Once you reach the line containing "Each row is", copy it and every line after it exactly, through the end of the data below.

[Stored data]
• • • •
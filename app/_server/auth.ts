import NextAuth, { CredentialsSignin, type DefaultSession } from "next-auth";
import Credentials from "next-auth/providers/credentials";
import { z } from "zod";
import type { Role } from "@/db/schema";
import { requireSecret } from "@/ingest/secrets";
import { endSessions } from "./session-version";
import { claimsFromToken } from "./session-user";
import { checkPassword, clientAddress } from "./sign-in-throttle";

declare module "next-auth" {
  interface Session {
    user: { id: string; role: Role; orgId: number; sessionVersion: number } & DefaultSession["user"];
  }
  interface User {
    role?: Role;
    orgId?: number;
    sessionVersion?: number;
  }
}

/** Raised to the sign-in form; `code` is what the form shows. */
export class SignInRefused extends CredentialsSignin {
  constructor(code: string) {
    super(code);
    this.code = code;
  }
}

const credentialsSchema = z.object({
  email: z.email().transform((e) => e.toLowerCase()),
  password: z.string().min(1).max(200),
});

// Configured lazily, per request: the secret is read when a request arrives (the server refuses to
// start without it, see instrumentation.ts), never at build time and never from the source.
export const { handlers, auth, signIn, signOut } = NextAuth(() => ({
  trustHost: true,
  secret: requireSecret("AUTH_SECRET"),
  session: { strategy: "jwt", maxAge: 12 * 60 * 60 },
  pages: { signIn: "/sign-in" },
  providers: [
    Credentials({
      credentials: { email: { label: "E-mail" }, password: { label: "Password", type: "password" } },
      async authorize(raw, request) {
        const parsed = credentialsSchema.safeParse(raw);
        if (!parsed.success) throw new SignInRefused("invalid-input");
        const result = await checkPassword(parsed.data.email, parsed.data.password, clientAddress(request?.headers));
        if (!result.ok) throw new SignInRefused(result.code);
        const u = result.user;
        return { id: String(u.id), email: u.email, name: u.name, role: u.role, orgId: u.orgId, sessionVersion: u.sessionVersion };
      },
    }),
  ],
  callbacks: {
    jwt({ token, user }) {
      if (user) {
        token.uid = user.id;
        token.role = user.role;
        token.orgId = user.orgId;
        token.sv = user.sessionVersion;
      }
      return token;
    },
    session({ session, token }) {
      const claims = claimsFromToken(token);
      session.user.id = claims.id;
      session.user.role = token.role as Role;
      session.user.orgId = Number(token.orgId);
      session.user.sessionVersion = claims.sessionVersion;
      return session;
    },
  },
  events: {
    // Signing out ends every session of the user at once, including copies of the cookie.
    async signOut(message) {
      const uid = "token" in message ? Number(message.token?.uid) : NaN;
      if (Number.isInteger(uid)) await endSessions(uid);
    },
  },
}));
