@dataclass(frozen=True)
class Rail:
    """A supply rail: its decoupling parts at the IC pins and its path to the outside."""

    BEAD_KEYS: ClassVar[tuple[Key, ...]] = SeriesRL.KEYS + (Key("table", "text"),)
    SUPPLY_KEYS: ClassVar[tuple[Key, ...]] = SeriesRL.KEYS + (Key("bead", "table", schema=BEAD_KEYS),)
    KEYS: ClassVar[tuple[Key, ...]] = (
        Key("name", "text", required=True), Key("voltage", "voltage", required=True, low=0.0),
        Key("supply_path", "table", schema=SUPPLY_KEYS), Key("target_impedance", "resistance", low=0.0),
        Key("ripple", "ratio", required=True, low=0.0, high=1.0),
        Key("transient_current", "current", required=True, low=0.0),
        Key("part", "tables", schema=lambda table: PART_KINDS[table["kind"]][0]),
    )

    name: str
    voltage_v: float
    parts: tuple[tuple[str, Part], ...]
    supply: SeriesRL
    bead: SeriesRL | Measured | None = None
    target_ohm: float | None = None

    def decoupling_impedance(self, frequency_hz) -> np.ndarray:
        """Z_dec: all parts in parallel at the IC pins."""
        return network_impedance([part for _, part in self.parts], frequency_hz)

    def supply_impedance(self, frequency_hz) -> np.ndarray:
        """The supply path from the pins to the connector (trace or plane, then the bead)."""
        z = self.supply.impedance(frequency_hz)
        return z if self.bead is None else z + self.bead.impedance(frequency_hz)

    @classmethod
    def from_table(cls, r: TableReader, ctx) -> Rail:
        voltage = r.get("voltage")
        supply, bead = SeriesRL(), None
        if r.has("supply_path"):
            s = r.reader("supply_path", cls.SUPPLY_KEYS)
            supply = SeriesRL.from_table(s)
            if s.has("bead"):
                b = s.reader("bead", cls.BEAD_KEYS)
                bead = Measured.from_file(b, "table", ctx, read_impedance_table) if b.has("table") else \
                    SeriesRL.from_table(b)
        target = None
        if r.has("target_impedance"):
            if r.has("ripple") or r.has("transient_current"):
                raise r.error("target_impedance", "give target_impedance, or ripple and transient_current, not both")
            target = r.get("target_impedance")
        elif r.has("ripple") or r.has("transient_current"):
            target = target_impedance(voltage, r.get("ripple"), r.get("transient_current"))
        parts_raw = r.table.get("part")
        if not isinstance(parts_raw, list) or not parts_raw or not all(isinstance(t, dict) for t in parts_raw):
            raise r.error("part", "expected at least one [[rail.part]] table")
        parts = tuple(_part_from_table(r.file, f"{r.sub('part')}[{k}]", t, ctx) for k, t in enumerate(parts_raw))
        return cls(r.get("name"), voltage, parts, supply, bead, target)


def _part_from_table(file: str, key: str, table: dict, ctx) -> tuple[str, Part]:
    kind = table.get("kind") if isinstance(table, dict) else None
    if kind not in PART_KINDS:
        raise BoardError(file, f"{key}.kind", f"allowed: {', '.join(PART_KINDS)}", kind)
    keys, build = PART_KINDS[kind]
    return kind, build(TableReader(file, key, table, keys), ctx)


def self_resonance_hz(capacitance_f: float, inductance_h: float) -> float:
    """f = 1 / (2 pi sqrt(L C)); infinite for a capacitor without inductance."""
    return np.inf if inductance_h <= 0 else 1.0 / (2 * np.pi * np.sqrt(inductance_h * capacitance_f))


def network_impedance(parts, frequency_hz) -> np.ndarray:
    """Impedance of parts in parallel: 1 / sum(1 / Z_i)."""
    f = np.asarray(frequency_hz, dtype=float)
    admittance = np.zeros(f.shape, dtype=complex)
    for part in parts:
        admittance = admittance + 1.0 / part.impedance(f)
    return 1.0 / admittance


def lisn_impedance(frequency_hz, series_ohm: float = 5.0, inductance_h: float = 50e-6, port_ohm: float = 50.0):
    """Impedance a supply line sees into the CISPR 16-1-2 V-network: port_ohm // (series_ohm + j w L).

    ``series_ohm = 0`` gives the plain 50 ohm // 50 uH network.
    """
    branch = series_ohm + 2j * np.pi * np.asarray(frequency_hz, dtype=float) * inductance_h
    return branch * port_ohm / (branch + port_ohm)


def escape_fraction(z_dec, z_path) -> np.ndarray:
    """Fraction of the switching current that leaves through the path: Z_dec / (Z_dec + Z_path)."""
    return np.asarray(z_dec) / (np.asarray(z_dec) + np.asarray(z_path))


def impedance_for_escape(fraction, z_dec, z_path) -> np.ndarray:
    """The |Z_dec|, at the present phase of ``z_dec``, for which |Z_dec / (Z_dec + Z_path)| = ``fraction``.

    With Z = |Z| exp(j theta): |Z|^2 = d^2 |Z exp(j theta) + Z_path|^2 is a
    quadratic in |Z|, (1 - d^2)|Z|^2 - 2 d^2 Re(Z_path exp(-j theta)) |Z| - d^2 |Z_path|^2 = 0,
    whose positive root is the answer; infinite where d >= 1 (any |Z_dec| will do).
    """
    d = np.asarray(fraction, dtype=float)
    with np.errstate(invalid="ignore", divide="ignore"):
        rotated = (z_path * np.exp(-1j * np.angle(z_dec))).real
        a, b, c = 1 - d**2, -2 * d**2 * rotated, -(d**2) * np.abs(z_path) ** 2
        return np.where(a > 0, (-b + np.sqrt(b * b - 4 * a * c)) / (2 * a), np.inf)


def anti_resonances(frequency_hz, z_ohm, min_prominence_db: float = 3.0):
    """Peaks of |Z|: their frequencies, |Z| and the band around each where |Z| is within 3 dB of the peak.

    Returns
    -------
    list of (f_peak, |Z|_peak, f_low, f_high)
    """
    from scipy.signal import find_peaks  # scipy.signal is slow to import; only rails need it

    f = np.asarray(frequency_hz, dtype=float)
    level = 20 * np.log10(np.abs(z_ohm))
    peaks, _ = find_peaks(level, prominence=min_prominence_db)
    out = []
    for p in peaks:
        below = level < level[p] - 3.0
        left = np.flatnonzero(below[:p])
        right = np.flatnonzero(below[p:])
        lo = f[left[-1]] if left.size else f[0]
        hi = f[p + right[0]] if right.size else f[-1]
        out.append((float(f[p]), float(np.abs(z_ohm[p])), float(lo), float(hi)))
    return out
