"""From a board to a margin table: every source harmonic, read by the receiver through its paths.

The pipeline is: source harmonics (waveform, spread) -> coupling paths
(coupling) -> spectral lines in the limit's unit -> swept receiver readings per
detector (receiver) -> limit levels (limits) -> margin = limit - reading.

Each row is one harmonic of one source.  Its reading on a detector is the
maximum, over the tuning frequencies in its occupied band, of what the
receiver reads there from all sources: an unmodulated harmonic is tuned onto
exactly; a spread harmonic is swept in steps of a quarter of the resolution
bandwidth across its band plus half a bandwidth either side.  Sources add in
power, except clocks that name the same ``reference``: those add in amplitude
(worst case).  The limit of a row is the lowest limit level over its tuning
frequencies, so that margin = limit - reading stays conservative across a
step.  Rows are columns of numpy arrays, sorted worst margin first; they
become dicts only at the output edge (report).
"""

from __future__ import annotations

from dataclasses import dataclass

import numpy as np

from .board import Board, Clock
from .coupling import CablePath, LoopPath, near_field
from .limits import upper_frequency_hz
from .receiver import BANDS, resolution_bandwidth_hz, sweep
from .spread import harmonic_lines, occupied_band_hz
from .units import db_micro
from .waveform import envelope, harmonic_amplitudes, harmonic_phasors, load_current, rms

__all__ = [
    "FLAGS",
    "SourceLines",
    "Rows",
    "Estimate",
    "analysis_span_hz",
    "path_gains",
    "clock_envelope_dbu",
    "estimate",
    "swept_spectrum",
]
• • • •
WORKED SOLUTION:
Each row is one harmonic of one source.  Its reading on a detector is the
maximum, over the tuning frequencies in its occupied band, of what the
receiver reads there from all sources: an unmodulated harmonic is tuned onto
exactly; a spread harmonic is swept in steps of a quarter of the resolution
bandwidth across its band plus half a bandwidth either side.  Sources add in
power, except clocks that name the same ``reference``: those add in amplitude
(worst case).  The limit of a row is the lowest limit level over its tuning
frequencies, so that margin = limit - reading stays conservative across a
step.  Rows are columns of numpy arrays, sorted worst margin first; they
become dicts only at the output edge (report).
"""

from __future__ import annotations

from dataclasses import dataclass

import numpy as np

from .board import Board, Clock
from .coupling import CablePath, LoopPath, near_field
from .limits import upper_frequency_hz
from .receiver import BANDS, resolution_bandwidth_hz, sweep
from .spread import harmonic_lines, occupied_band_hz
from .units import db_micro
from .waveform import envelope, harmonic_amplitudes, harmonic_phasors, load_current, rms

__all__ = [
    "FLAGS",
    "SourceLines",
    "Rows",
    "Estimate",
    "analysis_span_hz",
    "path_gains",
    "clock_envelope_dbu",
    "estimate",
    "swept_spectrum",
]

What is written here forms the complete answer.